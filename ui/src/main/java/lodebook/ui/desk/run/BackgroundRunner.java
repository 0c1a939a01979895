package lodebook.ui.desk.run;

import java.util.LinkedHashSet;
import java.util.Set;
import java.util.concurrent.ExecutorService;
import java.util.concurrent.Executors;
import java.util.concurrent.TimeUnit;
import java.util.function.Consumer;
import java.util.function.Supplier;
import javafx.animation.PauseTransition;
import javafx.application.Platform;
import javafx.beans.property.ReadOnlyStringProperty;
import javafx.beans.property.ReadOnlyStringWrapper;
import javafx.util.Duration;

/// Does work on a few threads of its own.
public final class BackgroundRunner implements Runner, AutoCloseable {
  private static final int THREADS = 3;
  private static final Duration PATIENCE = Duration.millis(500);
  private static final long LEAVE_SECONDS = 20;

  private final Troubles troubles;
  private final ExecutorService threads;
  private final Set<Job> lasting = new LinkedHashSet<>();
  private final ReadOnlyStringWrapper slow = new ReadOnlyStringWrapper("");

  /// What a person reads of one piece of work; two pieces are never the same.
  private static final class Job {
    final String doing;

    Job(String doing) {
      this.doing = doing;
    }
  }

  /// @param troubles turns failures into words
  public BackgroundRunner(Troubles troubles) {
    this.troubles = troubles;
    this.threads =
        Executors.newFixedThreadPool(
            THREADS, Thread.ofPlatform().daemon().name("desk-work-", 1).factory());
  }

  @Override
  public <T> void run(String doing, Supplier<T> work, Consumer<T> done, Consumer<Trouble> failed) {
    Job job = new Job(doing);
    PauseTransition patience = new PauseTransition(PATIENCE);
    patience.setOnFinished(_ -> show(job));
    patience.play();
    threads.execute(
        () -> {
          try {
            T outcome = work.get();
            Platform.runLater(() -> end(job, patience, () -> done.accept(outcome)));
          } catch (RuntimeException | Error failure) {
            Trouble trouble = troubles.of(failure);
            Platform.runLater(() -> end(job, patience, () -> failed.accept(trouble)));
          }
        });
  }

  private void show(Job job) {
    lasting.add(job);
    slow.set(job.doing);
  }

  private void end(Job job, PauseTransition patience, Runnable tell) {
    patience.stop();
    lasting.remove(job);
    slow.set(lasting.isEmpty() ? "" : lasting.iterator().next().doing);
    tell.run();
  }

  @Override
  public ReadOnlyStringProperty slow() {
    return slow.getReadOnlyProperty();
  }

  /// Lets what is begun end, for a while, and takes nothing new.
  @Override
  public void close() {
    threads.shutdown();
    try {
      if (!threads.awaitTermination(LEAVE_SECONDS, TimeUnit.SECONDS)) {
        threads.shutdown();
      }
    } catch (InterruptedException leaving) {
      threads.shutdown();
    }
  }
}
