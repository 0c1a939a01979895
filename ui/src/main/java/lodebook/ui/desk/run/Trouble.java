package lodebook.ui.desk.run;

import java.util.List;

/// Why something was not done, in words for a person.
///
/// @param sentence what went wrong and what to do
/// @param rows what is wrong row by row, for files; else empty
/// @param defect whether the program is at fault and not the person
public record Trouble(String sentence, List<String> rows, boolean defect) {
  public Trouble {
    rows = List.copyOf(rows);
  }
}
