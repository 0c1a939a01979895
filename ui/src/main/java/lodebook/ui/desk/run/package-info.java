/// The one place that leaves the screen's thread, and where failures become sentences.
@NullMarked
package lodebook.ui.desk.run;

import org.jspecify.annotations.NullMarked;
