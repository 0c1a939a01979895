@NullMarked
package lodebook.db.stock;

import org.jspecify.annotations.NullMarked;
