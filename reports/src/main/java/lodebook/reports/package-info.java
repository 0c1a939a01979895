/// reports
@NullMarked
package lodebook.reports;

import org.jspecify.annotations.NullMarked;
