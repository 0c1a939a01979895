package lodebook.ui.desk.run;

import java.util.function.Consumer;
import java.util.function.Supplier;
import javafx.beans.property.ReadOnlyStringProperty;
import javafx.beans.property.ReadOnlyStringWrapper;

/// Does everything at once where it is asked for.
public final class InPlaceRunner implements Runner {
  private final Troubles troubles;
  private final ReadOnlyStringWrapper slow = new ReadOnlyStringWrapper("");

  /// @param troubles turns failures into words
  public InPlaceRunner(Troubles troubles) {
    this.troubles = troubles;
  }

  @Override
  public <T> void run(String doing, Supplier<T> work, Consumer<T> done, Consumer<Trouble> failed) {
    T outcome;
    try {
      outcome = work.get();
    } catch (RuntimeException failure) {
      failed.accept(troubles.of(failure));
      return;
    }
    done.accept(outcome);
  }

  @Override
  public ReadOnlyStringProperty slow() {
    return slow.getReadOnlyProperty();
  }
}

Problem statement> A complete, exact copy of the entries above is what is wanted.

Answer section>
filename ui/src/main/java/lodebook/ui/desk/run/BackgroundRunner.java
repository 0c1a939a01979895
package lodebook.ui.desk.run;

import java.util.LinkedHashSet;
import java.util.Set;
import java.util.concurrent.ExecutorService;
import java.util.concurrent.Executors;
import java.util.concurrent.TimeUnit;
import java.util.function.Consumer;
import java.util.function.Supplier;
import javafx.animation.PauseTransition;
import javafx.application.Platform;
import javafx.beans.property.ReadOnlyStringProperty;
import javafx.beans.property.ReadOnlyStringWrapper;
import javafx.util.Duration;

/// Does work on a few threads of its own.
public final class BackgroundRunner implements Runner, AutoCloseable {
  private static final int THREADS = 3;
  private static final Duration PATIENCE = Duration.millis(500);
  private static final long LEAVE_SECONDS = 20;

  private final Troubles troubles;
  private final ExecutorService threads;
  private final Set<Job> lasting = new LinkedHashSet<>();
  private final ReadOnlyStringWrapper slow = new ReadOnlyStringWrapper("");

  /// What a person reads of one piece of work; two pieces are never the same.
  private static final class Job {
    final String doing;

    Job(String doing) {
      this.doing = doing;
    }
  }

  /// @param troubles turns failures into words
  public BackgroundRunner(Troubles troubles) {
    this.troubles = troubles;
    this.threads =
        Executors.newFixedThreadPool(
            THREADS, Thread.ofPlatform().daemon().name("desk-work-", 1).factory());
  }

  @Override
  public <T> void run(String doing, Supplier<T> work, Consumer<T> done, Consumer<Trouble> failed) {
    Job job = new Job(doing);
    PauseTransition patience = new PauseTransition(PATIENCE);
    patience.setOnFinished(_ -> show(job));
    patience.play();
    threads.execute(
        () -> {
          try {
            T outcome = work.get();
            Platform.runLater(() -> end(job, patience, () -> done.accept(outcome)));
          } catch (RuntimeException | Error failure) {
            Trouble trouble = troubles.of(failure);
            Platform.runLater(() -> end(job, patience, () -> failed.accept(trouble)));
          }
        });
  }

  private void show(Job job) {
    lasting.add(job);
    slow.set(job.doing);
  }

  private void end(Job job, PauseTransition patience, Runnable tell) {
    patience.stop();
    lasting.remove(job);
    slow.set(lasting.isEmpty() ? "" : lasting.iterator().next().doing);
    tell.run();
  }

  @Override
  public ReadOnlyStringProperty slow() {
    return slow.getReadOnlyProperty();
  }

  /// Lets what is begun end, for a while, and takes nothing new.
  @Override
  public void close() {
    threads.shutdown();
    try {
      if (!threads.awaitTermination(LEAVE_SECONDS, TimeUnit.SECONDS)) {
        threads.shutdown();
      }
    } catch (InterruptedException leaving) {
      threads.shutdown();
    }
  }
}
repository 0c1a939a01979895
filename ui/src/main/java/lodebook/ui/desk/run/Trouble.java
package lodebook.ui.desk.run;

import java.util.List;

/// Why something was not done, in words for a person.
///
/// @param sentence what went wrong and what to do
/// @param rows what is wrong row by row, for files; else empty
/// @param defect whether the program is at fault and not the person
public record Trouble(String sentence, List<String> rows, boolean defect) {
  public Trouble {
    rows = List.copyOf(rows);
  }
}
repository 0c1a939a01979895
filename ui/src/main/java/lodebook/ui/desk/run/package-info.java
/// The one place that leaves the screen's thread, and where failures become sentences.
@NullMarked
package lodebook.ui.desk.run;

import org.jspecify.annotations.NullMarked;
repository 0c1a939a01979895
@NullMarked
package lodebook.db.stock;

import org.jspecify.annotations.NullMarked;
filename reports/src/main/java/lodebook/reports/package-info.java
repository 0c1a939a01979895
/// reports
@NullMarked
package lodebook.reports;

import org.jspecify.annotations.NullMarked;
repository 0c1a939a01979895
package lodebook.ui.desk.run;

import java.util.function.Consumer;
import java.util.function.Supplier;
import javafx.beans.property.ReadOnlyStringProperty;
import javafx.beans.property.ReadOnlyStringWrapper;

/// Does everything at once where it is asked for.
public final class InPlaceRunner implements Runner {
  private final Troubles troubles;
  private final ReadOnlyStringWrapper slow = new ReadOnlyStringWrapper("");

  /// @param troubles turns failures into words
  public InPlaceRunner(Troubles troubles) {
    this.troubles = troubles;
  }

  @Override
  public <T> void run(String doing, Supplier<T> work, Consumer<T> done, Consumer<Trouble> failed) {
    T outcome;
    try {
      outcome = work.get();
    } catch (RuntimeException failure) {
      failed.accept(troubles.of(failure));
      return;
    }
    done.accept(outcome);
  }

  @Override
  public ReadOnlyStringProperty slow() {
    return slow.getReadOnlyProperty();
  }
}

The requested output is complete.